Copy every entry below, exactly and in full.

Task data:
= Beginning of Section =

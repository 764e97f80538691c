/**
 * Private working folders in the system's temporary folder: a restore's checked copy of the
 * backup (main/service/backup.ts) and the migrated copy of a diary this process may only
 * read (main/store/open.ts). Each holds a whole copy of a diary, so one left behind by a
 * process killed half way (kill -9, a power cut) kept a copy of the user's data, and its
 * disk space, for good. The folder's name carries its process id, and making a folder for
 * the same purpose removes those whose process has ended (one still in use by a running
 * process, of this user or another, stays).
 */
import fs from 'node:fs';
import os from 'node:os';
import path from 'node:path';
import { clearLeftovers, escapeRegExp } from './atomic-write';

/** A new private folder `forelog-<purpose>-<pid>-XXXXXX` in the system's temporary folder. */
export function makeWorkFolder(purpose: string): string {
  const prefix = `forelog-${purpose}-`;
  // mkdtemp replaces six X's with letters and digits.
  clearLeftovers(os.tmpdir(), new RegExp(`^${escapeRegExp(prefix)}(\\d+)-[A-Za-z0-9]{6}$`));
  return fs.mkdtempSync(path.join(os.tmpdir(), `${prefix}${process.pid}-`));
}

= End of Section =

Answer space:
repository 764e97f80538691c
/**
 * Private working folders in the system's temporary folder: a restore's checked copy of the
 * backup (main/service/backup.ts) and the migrated copy of a diary this process may only
 * read (main/store/open.ts). Each holds a whole copy of a diary, so one left behind by a
 * process killed half way (kill -9, a power cut) kept a copy of the user's data, and its
 * disk space, for good. The folder's name carries its process id, and making a folder for
 * the same purpose removes those whose process has ended (one still in use by a running
 * process, of this user or another, stays).
 */
import fs from 'node:fs';
import os from 'node:os';
import path from 'node:path';
import { clearLeftovers, escapeRegExp } from './atomic-write';

/** A new private folder `forelog-<purpose>-<pid>-XXXXXX` in the system's temporary folder. */
export function makeWorkFolder(purpose: string): string {
  const prefix = `forelog-${purpose}-`;
  // mkdtemp replaces six X's with letters and digits.
  clearLeftovers(os.tmpdir(), new RegExp(`^${escapeRegExp(prefix)}(\\d+)-[A-Za-z0-9]{6}$`));
  return fs.mkdtempSync(path.join(os.tmpdir(), `${prefix}${process.pid}-`));
}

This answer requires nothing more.